* What the exercise asks
Gather every line from the entries below that includes "rows".

* Records for processing
------------------------
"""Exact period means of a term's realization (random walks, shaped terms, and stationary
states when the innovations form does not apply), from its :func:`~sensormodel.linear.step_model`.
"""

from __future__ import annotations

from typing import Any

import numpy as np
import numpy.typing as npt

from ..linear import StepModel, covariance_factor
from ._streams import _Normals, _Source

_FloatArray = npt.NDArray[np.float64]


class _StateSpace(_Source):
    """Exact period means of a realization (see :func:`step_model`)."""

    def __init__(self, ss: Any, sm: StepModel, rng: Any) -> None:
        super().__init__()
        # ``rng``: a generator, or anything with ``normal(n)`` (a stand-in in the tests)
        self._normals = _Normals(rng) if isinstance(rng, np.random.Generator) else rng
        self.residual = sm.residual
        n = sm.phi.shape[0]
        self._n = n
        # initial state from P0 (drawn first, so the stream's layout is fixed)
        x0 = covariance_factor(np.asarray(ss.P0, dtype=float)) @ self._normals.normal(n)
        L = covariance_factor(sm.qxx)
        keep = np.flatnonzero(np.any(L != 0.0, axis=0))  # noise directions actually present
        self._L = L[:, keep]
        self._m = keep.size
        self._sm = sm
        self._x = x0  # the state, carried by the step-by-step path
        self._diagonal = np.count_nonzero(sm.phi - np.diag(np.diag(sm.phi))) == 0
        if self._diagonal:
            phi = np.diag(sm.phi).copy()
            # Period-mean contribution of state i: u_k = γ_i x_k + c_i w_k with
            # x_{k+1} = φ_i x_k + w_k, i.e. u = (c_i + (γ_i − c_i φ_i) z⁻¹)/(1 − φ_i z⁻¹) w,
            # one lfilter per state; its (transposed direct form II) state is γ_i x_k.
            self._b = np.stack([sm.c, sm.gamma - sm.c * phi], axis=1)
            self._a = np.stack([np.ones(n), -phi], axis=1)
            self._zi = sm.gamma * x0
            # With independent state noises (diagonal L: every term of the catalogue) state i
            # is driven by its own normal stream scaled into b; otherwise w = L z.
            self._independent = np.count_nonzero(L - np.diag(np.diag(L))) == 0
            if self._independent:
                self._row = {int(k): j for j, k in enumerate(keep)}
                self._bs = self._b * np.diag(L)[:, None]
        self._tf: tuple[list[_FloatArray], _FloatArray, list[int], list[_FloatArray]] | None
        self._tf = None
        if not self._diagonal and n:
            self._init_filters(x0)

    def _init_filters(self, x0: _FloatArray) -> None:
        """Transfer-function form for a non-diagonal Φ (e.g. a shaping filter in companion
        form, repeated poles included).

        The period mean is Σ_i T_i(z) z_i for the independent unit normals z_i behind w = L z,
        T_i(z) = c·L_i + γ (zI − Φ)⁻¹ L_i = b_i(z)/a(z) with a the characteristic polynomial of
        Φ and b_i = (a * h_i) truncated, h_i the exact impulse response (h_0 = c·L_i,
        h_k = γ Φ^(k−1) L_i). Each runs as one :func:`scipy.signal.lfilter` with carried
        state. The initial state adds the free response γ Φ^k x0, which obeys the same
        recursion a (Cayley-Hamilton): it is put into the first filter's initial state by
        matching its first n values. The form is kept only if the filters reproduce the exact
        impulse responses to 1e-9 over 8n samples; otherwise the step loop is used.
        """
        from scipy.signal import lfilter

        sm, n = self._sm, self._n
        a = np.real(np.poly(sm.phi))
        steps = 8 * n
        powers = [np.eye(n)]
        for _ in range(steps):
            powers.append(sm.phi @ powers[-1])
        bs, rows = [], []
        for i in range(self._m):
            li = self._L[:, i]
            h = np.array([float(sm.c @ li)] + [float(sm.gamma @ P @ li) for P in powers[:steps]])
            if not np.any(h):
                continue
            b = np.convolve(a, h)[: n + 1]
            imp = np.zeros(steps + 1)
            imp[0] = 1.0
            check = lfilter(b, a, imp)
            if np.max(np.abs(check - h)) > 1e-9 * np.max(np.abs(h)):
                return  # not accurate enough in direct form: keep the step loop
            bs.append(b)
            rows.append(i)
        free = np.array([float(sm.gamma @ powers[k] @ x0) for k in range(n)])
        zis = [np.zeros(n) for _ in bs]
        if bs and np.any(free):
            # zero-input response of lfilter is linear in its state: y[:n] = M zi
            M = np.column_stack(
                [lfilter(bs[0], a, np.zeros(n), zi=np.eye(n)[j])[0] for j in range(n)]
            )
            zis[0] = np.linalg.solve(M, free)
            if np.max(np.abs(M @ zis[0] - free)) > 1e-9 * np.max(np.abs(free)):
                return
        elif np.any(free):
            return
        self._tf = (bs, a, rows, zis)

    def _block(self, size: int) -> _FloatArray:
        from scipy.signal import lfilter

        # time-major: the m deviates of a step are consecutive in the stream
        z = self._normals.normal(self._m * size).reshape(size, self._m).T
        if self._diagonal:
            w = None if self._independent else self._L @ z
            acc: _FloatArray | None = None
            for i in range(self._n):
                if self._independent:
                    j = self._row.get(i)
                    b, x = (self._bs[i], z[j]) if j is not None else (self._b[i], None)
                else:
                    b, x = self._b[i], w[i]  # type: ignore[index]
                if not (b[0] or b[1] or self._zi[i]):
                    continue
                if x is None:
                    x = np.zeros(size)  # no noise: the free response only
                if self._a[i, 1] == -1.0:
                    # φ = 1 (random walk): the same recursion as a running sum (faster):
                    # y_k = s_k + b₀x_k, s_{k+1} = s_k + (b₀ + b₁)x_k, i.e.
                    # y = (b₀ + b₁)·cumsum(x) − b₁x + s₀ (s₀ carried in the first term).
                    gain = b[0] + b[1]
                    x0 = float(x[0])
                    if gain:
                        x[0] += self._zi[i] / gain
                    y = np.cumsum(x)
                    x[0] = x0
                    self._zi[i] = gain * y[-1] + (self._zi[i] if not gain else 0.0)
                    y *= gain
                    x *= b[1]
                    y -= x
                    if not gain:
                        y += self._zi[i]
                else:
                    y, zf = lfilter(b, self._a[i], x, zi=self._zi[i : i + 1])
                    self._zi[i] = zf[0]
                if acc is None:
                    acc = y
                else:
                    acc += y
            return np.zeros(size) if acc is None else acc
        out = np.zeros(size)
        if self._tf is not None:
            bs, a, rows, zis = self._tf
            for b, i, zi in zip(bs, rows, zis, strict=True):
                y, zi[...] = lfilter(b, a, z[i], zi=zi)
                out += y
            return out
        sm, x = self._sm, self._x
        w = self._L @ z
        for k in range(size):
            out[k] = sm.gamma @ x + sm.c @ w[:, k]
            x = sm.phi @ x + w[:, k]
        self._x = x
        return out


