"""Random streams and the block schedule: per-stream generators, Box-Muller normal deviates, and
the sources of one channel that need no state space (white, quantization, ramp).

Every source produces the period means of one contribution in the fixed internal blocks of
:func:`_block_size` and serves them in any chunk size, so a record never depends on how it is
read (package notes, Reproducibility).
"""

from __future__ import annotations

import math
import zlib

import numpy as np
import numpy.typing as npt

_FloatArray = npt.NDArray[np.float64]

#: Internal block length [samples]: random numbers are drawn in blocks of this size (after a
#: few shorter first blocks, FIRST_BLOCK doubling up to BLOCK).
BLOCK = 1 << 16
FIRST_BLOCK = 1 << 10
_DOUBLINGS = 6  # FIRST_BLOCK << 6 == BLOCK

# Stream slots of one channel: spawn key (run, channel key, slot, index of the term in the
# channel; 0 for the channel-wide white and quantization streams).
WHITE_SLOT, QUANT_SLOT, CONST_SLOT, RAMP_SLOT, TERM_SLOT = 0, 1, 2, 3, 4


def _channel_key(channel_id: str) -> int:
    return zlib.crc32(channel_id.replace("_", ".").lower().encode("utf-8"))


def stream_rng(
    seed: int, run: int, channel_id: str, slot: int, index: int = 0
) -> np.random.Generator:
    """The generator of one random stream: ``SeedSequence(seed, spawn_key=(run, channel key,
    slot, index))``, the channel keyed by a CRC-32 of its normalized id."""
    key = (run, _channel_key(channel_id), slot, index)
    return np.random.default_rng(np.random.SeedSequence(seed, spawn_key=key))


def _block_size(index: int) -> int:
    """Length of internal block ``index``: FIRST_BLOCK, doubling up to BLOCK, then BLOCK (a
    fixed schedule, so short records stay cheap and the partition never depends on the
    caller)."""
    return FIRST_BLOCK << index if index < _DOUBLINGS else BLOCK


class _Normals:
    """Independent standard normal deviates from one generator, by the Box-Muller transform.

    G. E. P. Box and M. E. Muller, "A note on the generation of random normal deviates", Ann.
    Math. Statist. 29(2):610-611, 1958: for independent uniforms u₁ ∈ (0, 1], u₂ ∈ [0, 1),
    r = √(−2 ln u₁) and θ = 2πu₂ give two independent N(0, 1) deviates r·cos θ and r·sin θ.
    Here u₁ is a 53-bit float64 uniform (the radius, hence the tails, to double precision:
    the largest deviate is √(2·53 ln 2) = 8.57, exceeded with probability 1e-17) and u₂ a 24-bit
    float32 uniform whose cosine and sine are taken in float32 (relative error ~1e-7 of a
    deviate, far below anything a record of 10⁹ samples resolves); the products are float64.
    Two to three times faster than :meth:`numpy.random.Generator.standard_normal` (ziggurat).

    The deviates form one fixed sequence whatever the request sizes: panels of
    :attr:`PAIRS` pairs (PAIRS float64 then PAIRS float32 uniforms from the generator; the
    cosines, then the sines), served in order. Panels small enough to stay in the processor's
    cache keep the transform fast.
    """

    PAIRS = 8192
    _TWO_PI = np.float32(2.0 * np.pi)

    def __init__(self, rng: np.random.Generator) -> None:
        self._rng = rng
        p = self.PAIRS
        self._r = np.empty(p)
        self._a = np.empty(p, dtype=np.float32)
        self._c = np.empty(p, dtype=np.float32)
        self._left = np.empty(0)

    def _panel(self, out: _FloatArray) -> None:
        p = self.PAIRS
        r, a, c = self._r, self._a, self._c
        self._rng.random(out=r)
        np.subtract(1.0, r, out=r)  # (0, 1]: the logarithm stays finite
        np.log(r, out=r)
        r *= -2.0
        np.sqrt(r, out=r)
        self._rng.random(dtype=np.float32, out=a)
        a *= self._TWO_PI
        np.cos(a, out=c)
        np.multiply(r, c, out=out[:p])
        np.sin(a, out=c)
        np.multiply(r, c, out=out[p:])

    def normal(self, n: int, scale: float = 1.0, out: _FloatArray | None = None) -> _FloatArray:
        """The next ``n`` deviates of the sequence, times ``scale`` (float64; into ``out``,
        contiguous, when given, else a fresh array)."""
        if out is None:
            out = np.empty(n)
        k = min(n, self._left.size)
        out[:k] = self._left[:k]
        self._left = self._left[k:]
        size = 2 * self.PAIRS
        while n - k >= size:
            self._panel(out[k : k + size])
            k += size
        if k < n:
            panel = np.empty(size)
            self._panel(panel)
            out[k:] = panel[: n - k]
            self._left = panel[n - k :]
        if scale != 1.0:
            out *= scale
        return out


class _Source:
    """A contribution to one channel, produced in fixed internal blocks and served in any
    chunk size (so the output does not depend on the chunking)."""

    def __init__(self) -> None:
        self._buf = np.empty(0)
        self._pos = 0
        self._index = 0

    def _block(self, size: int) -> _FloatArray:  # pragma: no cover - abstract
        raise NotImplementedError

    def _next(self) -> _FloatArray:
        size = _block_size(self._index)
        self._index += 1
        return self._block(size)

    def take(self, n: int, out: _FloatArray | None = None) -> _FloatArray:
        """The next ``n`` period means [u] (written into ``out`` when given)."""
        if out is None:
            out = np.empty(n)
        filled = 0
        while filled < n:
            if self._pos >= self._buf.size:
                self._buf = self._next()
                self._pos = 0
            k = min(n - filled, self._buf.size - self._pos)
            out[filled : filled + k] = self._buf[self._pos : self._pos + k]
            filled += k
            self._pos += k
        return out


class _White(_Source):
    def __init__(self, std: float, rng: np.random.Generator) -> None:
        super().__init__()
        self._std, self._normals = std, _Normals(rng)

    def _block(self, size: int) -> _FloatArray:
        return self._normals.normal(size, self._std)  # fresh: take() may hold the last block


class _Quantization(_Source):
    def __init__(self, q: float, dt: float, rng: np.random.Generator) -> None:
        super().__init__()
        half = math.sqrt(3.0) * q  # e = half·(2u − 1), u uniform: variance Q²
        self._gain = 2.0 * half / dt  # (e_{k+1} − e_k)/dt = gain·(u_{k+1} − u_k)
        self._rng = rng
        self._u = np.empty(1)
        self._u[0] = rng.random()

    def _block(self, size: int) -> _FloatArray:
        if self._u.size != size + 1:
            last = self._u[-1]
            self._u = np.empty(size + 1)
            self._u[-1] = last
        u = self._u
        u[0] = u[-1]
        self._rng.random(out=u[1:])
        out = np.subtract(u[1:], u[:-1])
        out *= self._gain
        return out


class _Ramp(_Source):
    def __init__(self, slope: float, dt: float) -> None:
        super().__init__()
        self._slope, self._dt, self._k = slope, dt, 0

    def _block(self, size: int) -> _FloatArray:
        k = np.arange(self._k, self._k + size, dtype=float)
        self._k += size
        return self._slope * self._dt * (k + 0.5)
------------------------
* Solution to the problem
        bs, rows = [], []
            rows.append(i)
        self._tf = (bs, a, rows, zis)
            bs, a, rows, zis = self._tf
            for b, i, zi in zip(bs, rows, zis, strict=True):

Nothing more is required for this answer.